# Pecan Coffee Table



## Woodsman (Aug 31, 2012)

This is what some of the more "rustic" pecan looks like. I wish I had more of it.


----------



## LoneStar (Aug 31, 2012)

Looks great ! 
I used to haul furniture for a few stores around Dallas, they sold a lot of rustic too. Must be a little tough competing with all the Mexican imports ? Not in quality, just pricewise. 
Where is your shop/showroom ?
If you ever have an interest in filling out inventory with Mexican stuff, I know the guy who owns the factories. He's in Dallas.


----------



## DKMD (Aug 31, 2012)

Nicely done! I like the little radius on the ends of the top... It's adds a little interest and a touch of grace to the rustic nature of the wood.


----------



## Woodsman (Aug 31, 2012)

LoneStar said:


> Looks great !
> I used to haul furniture for a few stores around Dallas, they sold a lot of rustic too. Must be a little tough competing with all the Mexican imports ? Not in quality, just pricewise.
> Where is your shop/showroom ?
> If you ever have an interest in filling out inventory with Mexican stuff, I know the guy who owns the factories. He's in Dallas.
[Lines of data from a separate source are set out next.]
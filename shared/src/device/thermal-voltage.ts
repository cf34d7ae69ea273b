import { k, q } from '../units/constants.js';
import { EngineError } from './errors.js';

/** UT = kT/q in volts, T in kelvin, with the exact SI 2019 k and q. T ≤ 0 K has no answer: EngineError. */
export function thermalVoltage(tempK: number): number {
  if (!(tempK > 0)) throw new EngineError('TEMPERATURE_BELOW_ABSOLUTE_ZERO', `Temperature must be above 0 K (−273.15 °C), got ${tempK} K`, 'temperature');
  return (k * tempK) / q;
}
You're right about that! It's impossible to compete against the price of the imports. I tried to get ahold of some Radiata pine ( which is what I think most of it used to be made of) to match a headboard for a lady. After consulting with the lumber yard and finding out that it was $6.00/board foot, the lady deciced it didn't have to match all that well. 

For now, internet, word of mouth, and a booth at the local flea market are my only avenues. I wish that I could afford to open up a bona fide store front, but alas, I will have to keep waiting. 

Thanks for the offer, but I don't figure that I will be trying that route any time soon. I know of at least 4 stores practically withing spitting distance of me that are filled with that stuff.


----------



## Kevin (Sep 2, 2012)

LoneStar said:


> I used to haul furniture for a few stores around Dallas, they sold a lot of rustic too.



I'm at my parents houe after our reunion, I asked my brother i law if he remembers you. His name is David Wright and owns Red River Rustic in Dallas. He said "Michael Day brought a guy with him one or two times I think. " 

So if you know a guy named Michael Day you propbably worked for my BIL at one ime. Small world if you did!


----------